However, in both studied brain structures we observed unidirectional changes in the activity of the enzyme GABA-shunt when abolition of morphine. We can assume that the observed effect is a manifestation of a general Rear adaptive process caused by chronic morphine intoxication in GABA-ergic neurons and astrocytes surrounding. In the thalamic region the activation of the degradation the neurotransmitter could arise again, due to the transfer of information within neurons after binding morphine with m-opioid receptors. It is known that long-term intake of morphine in the body causes in the target neurons activation of adenylate cyclase system, which is responsible for regulation of many intracellular processes, including inside of the mitochondrial.
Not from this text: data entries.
/**
 * Small seeded pseudo-random generators, so restarts and synthetic tests are reproducible.
 * mulberry32 (T. Ettinger, public-domain 32-bit generator; passes PractRand to 2^32 outputs, common practice, no formal source)
 * and Gaussian deviates by the Box–Muller transform (Box & Muller, Ann. Math. Stat. 29, 610, 1958).
 */
export function mulberry32(seed: number): () => number {
  let state = seed >>> 0;
  return () => {
    state = (state + 0x6d2b79f5) >>> 0;
    let t = state;
    t = Math.imul(t ^ (t >>> 15), t | 1);
    t ^= t + Math.imul(t ^ (t >>> 7), t | 61);
    return ((t ^ (t >>> 14)) >>> 0) / 4294967296;
  };
}

/** Standard normal deviates from a uniform generator on [0, 1). */
export function gaussianGenerator(uniform: () => number): () => number {
  let spare: number | null = null;
  return () => {
    if (spare !== null) {
      const value = spare;
      spare = null;
      return value;
    }
    let u = 0;
    while (u === 0) u = uniform();
    const v = uniform();
    const radius = Math.sqrt(-2 * Math.log(u));
    spare = radius * Math.sin(2 * Math.PI * v);
    return radius * Math.cos(2 * Math.PI * v);
  };
}
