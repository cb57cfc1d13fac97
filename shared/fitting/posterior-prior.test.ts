import { describe, expect, it } from 'vitest';
import { b2WithGradient } from '../physics/virial';
import { densityPosterior } from './density-posterior';
import { fitLennardJones, type FitMeasurementSet } from './lj-fit';
import { ljPosterior, priorOnFree, type ParameterSetPrior } from './lj-posterior';
import { choleskyLower } from './posterior';
import { gaussianGenerator, mulberry32 } from './random';

// A synthetic B2 table from the exact quadrature (virial.ts) at a known truth with Gaussian noise (as lj-posterior.test.ts).
const TRUTH = { epsilonK: 150, sigmaAngstrom: 3.7 };
function table(seed: number): FitMeasurementSet {
  const gauss = gaussianGenerator(mulberry32(seed));
  return {
    id: 'synthetic',
    kind: 'b2',
    rows: [110, 130, 160, 200, 260, 350, 480, 650].map((temperatureK) => {
      const exact = b2WithGradient(temperatureK, TRUTH.epsilonK, TRUTH.sigmaAngstrom).b2Cm3PerMol;
      const uncertainty = 1.5 + 0.02 * Math.abs(exact);
      return { temperatureK, value: exact + uncertainty * gauss(), uncertainty };
    }),
  };
}
const FIT = { restarts: 0, profiles: false } as const;

/** A set's prior: mean, standard errors and correlation as a parameter set stores them. */
function setPrior(epsilonK: number, sigmaAngstrom: number, seE: number, seS: number, r: number): ParameterSetPrior {
  return {
    parameterSetId: 7,
    label: 'Quillmoor gas LJ 12-6 set v1 (approved)',
    epsilonK,
    sigmaAngstrom,
    covariance: [
      [seE * seE, r * seE * seS],
      [r * seE * seS, seS * seS],
    ],
  };
}

describe('Gaussian prior from a previous parameter set', () => {
  const data = [table(11)];
  const fit = fitLennardJones(data, FIT);
  const se = fit.stdErr as { epsilonK: number; sigmaAngstrom: number };
  const run = { noise: 'stated' as const, samples: 600, burnIn: 300, seed: 21, drawsReturned: 0 };

  it('a very tight prior (1 % of the standard errors, 3 standard errors away): the posterior collapses onto the prior', () => {
    // Product of Gaussians: the mean moves from the prior's by (σ_p²/σ_L²)·Δ ≈ 10⁻⁴·3 se, far below the prior's width.
    const prior = setPrior(
      fit.epsilonK + 3 * se.epsilonK,
      fit.sigmaAngstrom - 2 * se.sigmaAngstrom,
      0.01 * se.epsilonK,
      0.01 * se.sigmaAngstrom,
      0.5,
    );
    const post = ljPosterior(data, {}, fit, { ...run, prior });
    const sd = { epsilonK: 0.01 * se.epsilonK, sigmaAngstrom: 0.01 * se.sigmaAngstrom };
    for (const n of ['epsilonK', 'sigmaAngstrom'] as const) {
      expect(Math.abs(post[n].median - prior[n])).toBeLessThan(0.2 * sd[n]);
      // Central 95 % of the prior: ±1.96 sd; within 15 % (Monte-Carlo error of a 95 % quantile from ~600 effective draws).
      expect(Math.abs((post[n].upper95 - post[n].lower95) / (2 * 1.959964 * sd[n]) - 1)).toBeLessThan(0.15);
    }
    expect(post.correlation!).toBeGreaterThan(0.35);
    expect(post.correlation!).toBeLessThan(0.65);
    expect(post.priorSet).toMatchObject({ parameterSetId: 7, epsilonK: prior.epsilonK });
    expect(post.priors).toMatch(/bivariate Gaussian of Quillmoor gas LJ 12-6 set v1 \(approved\)/);
    expect(post.messages.some((m) => /set 7/.test(m))).toBe(true);
  });

  it('a broad prior (100 times the standard errors): the posterior is the flat-prior one within sampling error', () => {
    const flat = ljPosterior(data, {}, fit, run);
    const broad = ljPosterior(data, {}, fit, {
      ...run,
      prior: setPrior(fit.epsilonK, fit.sigmaAngstrom, 100 * se.epsilonK, 100 * se.sigmaAngstrom, -0.9),
    });
    for (const n of ['epsilonK', 'sigmaAngstrom'] as const) {
      // Two independent chains: the Monte-Carlo standard error of a median is √(π/2)·sd/√N_eff (N_eff = walkers·steps/τ,
      // from the sampler's own τ); the medians may differ by 3 of their combined errors, the 95 % ends by 6 (a tail quantile
      // is about twice as noisy as the median; common practice, no source).
      const mcError =
        Math.sqrt(Math.PI / 2) *
        flat[n].standardDeviation *
        Math.sqrt(1 / flat.diagnostics.effectiveSamples + 1 / broad.diagnostics.effectiveSamples);
      expect(Math.abs(broad[n].median - flat[n].median)).toBeLessThan(3 * mcError);
      expect(Math.abs(broad[n].lower95 - flat[n].lower95)).toBeLessThan(6 * mcError);
      expect(Math.abs(broad[n].upper95 - flat[n].upper95)).toBeLessThan(6 * mcError);
      expect(mcError).toBeLessThan(0.2 * se[n]);
    }
  });

  it("with σ held, the prior of ε is the set's Gaussian conditioned on the held σ", () => {
    const prior = setPrior(150, 3.7, 2, 0.02, -0.8);
    const conditional = priorOnFree(prior, ['epsilonK'], { epsilonK: 0, sigmaAngstrom: 3.72 })!;
    // μ_ε|σ = μ_ε + ρ s_ε/s_σ (σ − μ_σ) = 150 − 0.8·100·0.02 = 148.4; s² = s_ε²(1 − ρ²) = 4·0.36 (textbook Gaussian conditioning, no source).
    expect(conditional.mean[0]).toBeCloseTo(148.4, 10);
    expect(conditional.covariance[0][0]).toBeCloseTo(1.44, 10);
  });

  it('a covariance that is not positive definite is refused by the sampler', () => {
    expect(
      choleskyLower([
        [1, 2],
        [2, 1],
      ]),
    ).toBeNull();
    expect(() => ljPosterior(data, {}, fit, { ...run, samples: 20, prior: setPrior(150, 3.7, 1, 0.01, 1.5) })).toThrow(/positive-definite/);
  });

  it('the density posterior takes the same prior: tight collapses onto it, the result names the set', async () => {
    const mean = { epsilonK: 150, sigmaAngstrom: 3.6 };
    const s = { epsilonK: 2, sigmaAngstrom: 0.01 };
    const like = (e: number, g: number) => {
      const x = (e - mean.epsilonK) / s.epsilonK;
      const y = (g - mean.sigmaAngstrom) / s.sigmaAngstrom;
      return { logLikelihood: (-0.5 * (x * x + 1.8 * x * y + y * y)) / (1 - 0.81) };
    };
    const prior = setPrior(153, 3.59, 0.02, 0.0001, 0);
    const post = await densityPosterior(
      {
        free: ['epsilonK', 'sigmaAngstrom'],
        estimate: mean,
        stdErr: s,
        covariance: [
          [4, -0.9 * 2 * 0.01],
          [-0.9 * 2 * 0.01, 1e-4],
        ],
        bounds: { epsilonK: [50, 400], sigmaAngstrom: [2.5, 5] },
        noiseScale: 1,
        evaluate: like,
      },
      { samples: 600, burnIn: 300, seed: 5, prior },
    );
    expect(Math.abs(post.epsilonK.median - 153)).toBeLessThan(0.01);
    expect(Math.abs(post.sigmaAngstrom.median - 3.59)).toBeLessThan(0.00005);
    expect(post.priorSet?.parameterSetId).toBe(7);
  });
});
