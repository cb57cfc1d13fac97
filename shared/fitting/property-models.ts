/**
 * Registry of the measured properties the Lennard-Jones fit understands, keyed by measurement set kind.
 * Adding a property is one entry here: its model with the analytic gradient in (ε/k_B, σ).
 */
import { densityWithGradient, reducedDensityOf, reducedStateOf } from '../physics/corresponding-states';
import { ljEosDensity } from '../physics/lj-eos';
import { b3WithGradient } from '../physics/third-virial';
import { b2WithGradient } from '../physics/virial';
import { viscosityWithGradient } from '../physics/viscosity';
import type { LjEosModelId } from '../physics/eos/lj-eos-models';
import { saturationPrediction, saturationRangeProblem } from './saturation-properties';

export interface PropertyContext {
  molarMassGPerMol?: number;
  quantumCorrection: boolean;
  /** λr of a Mie λr-6 potential (absent: LJ 12-6); only models with `supportsMie` accept it. */
  repulsiveExponent?: number;
  /** LJ equation of state behind the saturation properties (default Thol 2016; JZG 1993 and KN 1994 for comparison). */
  eosModel?: LjEosModelId;
}

/** Where a model is evaluated: the state point, and the measured value where the model must choose a phase. */
export interface ModelPoint {
  temperatureK: number;
  /** Needed by state functions of T and P (density). */
  pressureMPa?: number;
  /** The measured value, used only to pick the liquid or vapour root of a two-phase state. */
  measured?: number;
}

export interface PropertyPrediction {
  value: number;
  dEpsilonK: number;
  dSigmaAngstrom: number;
}

export interface PropertyModel {
  /** Name shown in messages, with the unit of `value`. */
  label: string;
  unit: string;
  /** True when the model cannot be evaluated without the molar mass. */
  needsMolarMass: boolean;
  /** True when every point needs a pressure. */
  needsPressure: boolean;
  /**
   * k such that, at fixed T and ε, the classical model scales as σ^k (B2 ∝ b0 ∝ σ³; η ∝ σ^−2).
   * The starting-value scan uses it to solve σ for a trial ε in closed form; null if the property has no such scaling.
   */
  sigmaExponent: number | null;
  evaluate(point: ModelPoint, epsilonK: number, sigmaAngstrom: number, context: PropertyContext): PropertyPrediction;
  /**
   * A message when the point lies outside what the model can predict at these parameters (a saturation point at
   * or above the critical temperature), else null. The fit evaluates such points by continuation while it
   * iterates and refuses the result if any remain outside at the final parameters.
   */
  rangeProblem?(point: ModelPoint, epsilonK: number, sigmaAngstrom: number, context: PropertyContext): string | null;
  /** True when the model takes a Mie λr-6 potential (context.repulsiveExponent). */
  supportsMie?: boolean;
}

export const PROPERTY_MODELS = {
  b2: {
    label: 'second virial coefficient B2',
    unit: 'cm3/mol',
    needsMolarMass: false,
    needsPressure: false,
    sigmaExponent: 3,
    supportsMie: true,
    evaluate(point, epsilonK, sigmaAngstrom, context) {
      const quantum =
        context.quantumCorrection && context.molarMassGPerMol !== undefined ? { molarMassGPerMol: context.molarMassGPerMol } : undefined;
      const p =
        context.repulsiveExponent === undefined
          ? b2WithGradient(point.temperatureK, epsilonK, sigmaAngstrom, quantum)
          : b2WithGradient(point.temperatureK, epsilonK, sigmaAngstrom, quantum, { repulsiveExponent: context.repulsiveExponent });
      return { value: p.b2Cm3PerMol, dEpsilonK: p.dB2dEpsilonK, dSigmaAngstrom: p.dB2dSigmaAngstrom };
    },
  },
  viscosity: {
    label: 'dilute-gas viscosity',
    unit: 'uPa s',
    needsMolarMass: true,
    needsPressure: false,
    sigmaExponent: -2,
    supportsMie: true,
    evaluate(point, epsilonK, sigmaAngstrom, context) {
      if (context.molarMassGPerMol === undefined) throw new Error('the viscosity model needs the molar mass');
      const mie = context.repulsiveExponent === undefined ? {} : { repulsiveExponent: context.repulsiveExponent };
      const p = viscosityWithGradient(point.temperatureK, epsilonK, sigmaAngstrom, context.molarMassGPerMol, mie);
      return { value: p.viscosityMicroPaS, dEpsilonK: p.dEtadEpsilonK, dSigmaAngstrom: p.dEtadSigmaAngstrom };
    },
  },
  density: {
    // The equation of state of the full LJ potential (Johnson, Zollweg & Gubbins 1993; lj-eos.ts) at the
    // corresponding state; the simulation stage of a density fit replaces it by molecular dynamics.
    label: 'fluid density (LJ equation of state)',
    unit: 'kg/m3',
    needsMolarMass: true,
    needsPressure: true,
    sigmaExponent: null,
    evaluate(point, epsilonK, sigmaAngstrom, context) {
      if (context.molarMassGPerMol === undefined) throw new Error('the density model needs the molar mass');
      if (point.pressureMPa === undefined) throw new Error('the density model needs the pressure of every point');
      const state = { temperatureK: point.temperatureK, pressureMPa: point.pressureMPa, epsilonK, sigmaAngstrom };
      const reduced = reducedStateOf(state);
      let eos = ljEosDensity(reduced.reducedTemperature, reduced.reducedPressure);
      if (point.measured !== undefined && eos.roots.length > 1) {
        // Two fluid roots (below the critical temperature): the measurement says which phase it is.
        const measuredStar = reducedDensityOf(point.measured, context.molarMassGPerMol, sigmaAngstrom);
        const nearest = eos.roots.reduce((a, b) => (Math.abs(Math.log(b / measuredStar)) < Math.abs(Math.log(a / measuredStar)) ? b : a));
        if (nearest !== eos.reducedDensity)
          eos = ljEosDensity(reduced.reducedTemperature, reduced.reducedPressure, {
            prefer: nearest < eos.reducedDensity ? 'vapour' : 'liquid',
          });
      }
      const g = densityWithGradient(eos, state, context.molarMassGPerMol);
      return { value: g.densityKgPerM3, dEpsilonK: g.dRhodEpsilonK, dSigmaAngstrom: g.dRhodSigmaAngstrom };
    },
  },
  b3: {
    // Classical, pairwise-additive B3 of the LJ 12-6 potential (third-virial.ts).
    label: 'third virial coefficient B3',
    unit: 'cm6/mol2',
    needsMolarMass: false,
    needsPressure: false,
    sigmaExponent: 6,
    evaluate(point, epsilonK, sigmaAngstrom) {
      const p = b3WithGradient(point.temperatureK, epsilonK, sigmaAngstrom);
      return { value: p.b3Cm6PerMol2, dEpsilonK: p.dB3dEpsilonK, dSigmaAngstrom: p.dB3dSigmaAngstrom };
    },
  },
  saturatedLiquidDensity: {
    label: 'saturated liquid density (LJ equation of state, Thol 2016 by default)',
    unit: 'kg/m3',
    needsMolarMass: true,
    needsPressure: false,
    sigmaExponent: -3,
    evaluate(point, epsilonK, sigmaAngstrom, context) {
      return saturationPrediction('liquidDensity', point.temperatureK, epsilonK, sigmaAngstrom, context.molarMassGPerMol, context.eosModel);
    },
    rangeProblem: (point, epsilonK, _sigma, context) => saturationRangeProblem(point.temperatureK, epsilonK, context.eosModel),
  },
  saturatedVapourDensity: {
    label: 'saturated vapour density (LJ equation of state, Thol 2016 by default)',
    unit: 'kg/m3',
    needsMolarMass: true,
    needsPressure: false,
    sigmaExponent: -3,
    evaluate(point, epsilonK, sigmaAngstrom, context) {
      return saturationPrediction('vapourDensity', point.temperatureK, epsilonK, sigmaAngstrom, context.molarMassGPerMol, context.eosModel);
    },
    rangeProblem: (point, epsilonK, _sigma, context) => saturationRangeProblem(point.temperatureK, epsilonK, context.eosModel),
  },
  vapourPressure: {
    label: 'vapour pressure (LJ equation of state, Thol 2016 by default)',
    unit: 'MPa',
    needsMolarMass: false,
    needsPressure: false,
    sigmaExponent: -3,
    evaluate(point, epsilonK, sigmaAngstrom, context) {
      return saturationPrediction(
        'vapourPressure',
        point.temperatureK,
        epsilonK,
        sigmaAngstrom,
        context.molarMassGPerMol,
        context.eosModel,
      );
    },
    rangeProblem: (point, epsilonK, _sigma, context) => saturationRangeProblem(point.temperatureK, epsilonK, context.eosModel),
  },
} satisfies Record<string, PropertyModel>;

export type FitKind = keyof typeof PROPERTY_MODELS;

/** The kinds with a Mie λr-6 model, in words for messages: "B2 and dilute-gas viscosity". */
export const MIE_KINDS_TEXT = 'B2 and dilute-gas viscosity';

export const FIT_KINDS = Object.keys(PROPERTY_MODELS) as FitKind[];

export function isFitKind(kind: unknown): kind is FitKind {
  return typeof kind === 'string' && Object.prototype.hasOwnProperty.call(PROPERTY_MODELS, kind);
}
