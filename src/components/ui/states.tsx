import type { ReactNode } from 'react';
import { isApiError } from '@/lib/api-client';
import { Button, Spinner } from './button';

export function LoadingState({ label = 'Loading…' }: { label?: string }) {
  return (
    <div className="flex min-h-32 items-center justify-center py-10">
      <Spinner label={label} />
    </div>
  );
}

export function ErrorState({
  error,
  onRetry,
  title = 'This could not be loaded',
}: {
  error: unknown;
  onRetry?: () => void;
  title?: string;
}) {
  const message = error instanceof Error ? error.message : String(error);
  const forbidden = isApiError(error, 403);
  const missing = isApiError(error, 404);
  // Only a failure that may pass on a second try offers one: never a refusal or something that does not exist.
  const retryable = !isApiError(error) || error.status === 0 || error.status >= 500;
  return (
    <div role="alert" className="rounded-lg border border-changes/30 bg-changes-soft/60 px-5 py-4">
      <p className="font-semibold text-changes">{forbidden ? 'Not allowed for your roles' : missing ? 'Not found' : title}</p>
      <p className="mt-1 text-sm text-ink-soft">{message}</p>
      {missing && (
        <p className="mt-2 text-sm">
          <a href="/" className="font-semibold text-copper underline underline-offset-4">
            Back to the workbench
          </a>
        </p>
      )}
      {onRetry && retryable && (
        <Button className="mt-3" onClick={onRetry}>
          Try again
        </Button>
      )}
    </div>
  );
}

export function EmptyState({ title, children, action }: { title: string; children?: ReactNode; action?: ReactNode }) {
  return (
    <div className="rounded-lg border border-dashed border-rule bg-paper-raised/60 px-6 py-10 text-center">
      <p className="font-semibold">{title}</p>
      {children && <div className="mx-auto mt-1 max-w-prose text-sm text-ink-soft">{children}</div>}
      {action && <div className="mt-4">{action}</div>}
    </div>
  );
}

export function PageHeader({
  title,
  subtitle,
  action,
  eyebrow,
}: {
  title: string;
  subtitle?: ReactNode;
  action?: ReactNode;
  eyebrow?: ReactNode;
}) {
  return (
    <header className="mb-6 flex flex-wrap items-end justify-between gap-4 border-b border-rule pb-4">
      <div className="min-w-0">
        {eyebrow && <div className="mb-1 text-xs font-semibold uppercase tracking-wider text-ink-faint">{eyebrow}</div>}
        <h1 className="break-words text-2xl font-bold">{title}</h1>
        {subtitle && <div className="mt-1 text-ink-soft">{subtitle}</div>}
      </div>
      {action}
    </header>
  );
}

export function Panel({
  title,
  children,
  className = '',
  actions,
}: {
  title?: ReactNode;
  children: ReactNode;
  className?: string;
  actions?: ReactNode;
}) {
  return (
    <section
      className={`min-w-0 rounded-lg border border-rule bg-paper-raised p-4 sm:p-5 shadow-[0_1px_0_rgba(24,34,58,0.04)] ${className}`}
    >
      {(title || actions) && (
        <div className="mb-3 flex items-center justify-between gap-3">
          {title && <h2 className="text-lg font-semibold">{title}</h2>}
          {actions}
        </div>
      )}
      {children}
    </section>
  );
}
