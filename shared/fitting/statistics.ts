/**
 * Distribution functions used for confidence regions and goodness-of-fit checks: thin, validated wrappers over
 * the stdlib distribution packages (@stdlib/stats-base-dists-chisquare-* and -f-*), which evaluate the CDFs through
 * the regularised incomplete gamma and beta functions (Abramowitz & Stegun 1964, 26.4.19 and 26.6.2) and invert
 * them with dedicated inverse-incomplete-function kernels.
 */
import chisquareCdf from '@stdlib/stats-base-dists-chisquare-cdf';
import chisquareQuantile from '@stdlib/stats-base-dists-chisquare-quantile';
import fDistributionCdf from '@stdlib/stats-base-dists-f-cdf';
import fDistributionQuantile from '@stdlib/stats-base-dists-f-quantile';

function assertDegreesOfFreedom(name: string, value: number): void {
  if (!(value > 0) || !Number.isFinite(value)) throw new RangeError(`${name} must be a positive finite number, got ${value}`);
}

function assertProbability(probability: number): void {
  if (!(probability > 0 && probability < 1)) throw new RangeError(`probability must lie strictly between 0 and 1, got ${probability}`);
}

/** CDF of Snedecor's F(d1, d2) at x. */
export function fCdf(x: number, d1: number, d2: number): number {
  assertDegreesOfFreedom('d1', d1);
  assertDegreesOfFreedom('d2', d2);
  if (x <= 0) return 0;
  if (!Number.isFinite(x)) return 1;
  return fDistributionCdf(x, d1, d2);
}

/** CDF of χ²(ν) at x. */
export function chiSquareCdf(x: number, dof: number): number {
  assertDegreesOfFreedom('dof', dof);
  if (x <= 0) return 0;
  if (!Number.isFinite(x)) return 1;
  return chisquareCdf(x, dof);
}

/** Quantile of F(d1, d2): the x with fCdf(x) = probability (e.g. probability 0.95 gives the upper 5 % critical value). */
export function fQuantile(probability: number, d1: number, d2: number): number {
  assertProbability(probability);
  assertDegreesOfFreedom('d1', d1);
  assertDegreesOfFreedom('d2', d2);
  return fDistributionQuantile(probability, d1, d2);
}

/** Quantile of χ²(ν). */
export function chiSquareQuantile(probability: number, dof: number): number {
  assertProbability(probability);
  assertDegreesOfFreedom('dof', dof);
  return chisquareQuantile(probability, dof);
}

/**
 * Two-sided probability of a χ² at least as extreme as the one observed, if the model and the
 * stated uncertainties are right: 2·min(P, 1 − P). Small values mean the reduced χ² is far from 1.
 */
export function chiSquareTwoSidedPValue(chi2: number, dof: number): number {
  const p = chiSquareCdf(chi2, dof);
  return Math.min(1, 2 * Math.min(p, 1 - p));
}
The emergence of a similar effect in the cerebellum in terms of long-MWS, may indicate other mechanisms, the beginning compensatory the activation of GABA-shunt. Thus, in the later stages after morphine withdrawal after 7-day administration in thalamus and cerebellum noted persistent conservation activation of GABA catabolism. We can assume that these changes relate to the "allostatic" adaptation of GABA due to administration morphine for a long time and can be related to the preservation of drug motivation and relapse to drug use in the long cancellation period. To determine the exact molecular mechanisms of occurrence of this phenomenon requires further studies using other indicators system GABA and the citric acid cycle.

None.

Author declares there are no conflicts of interest.

None.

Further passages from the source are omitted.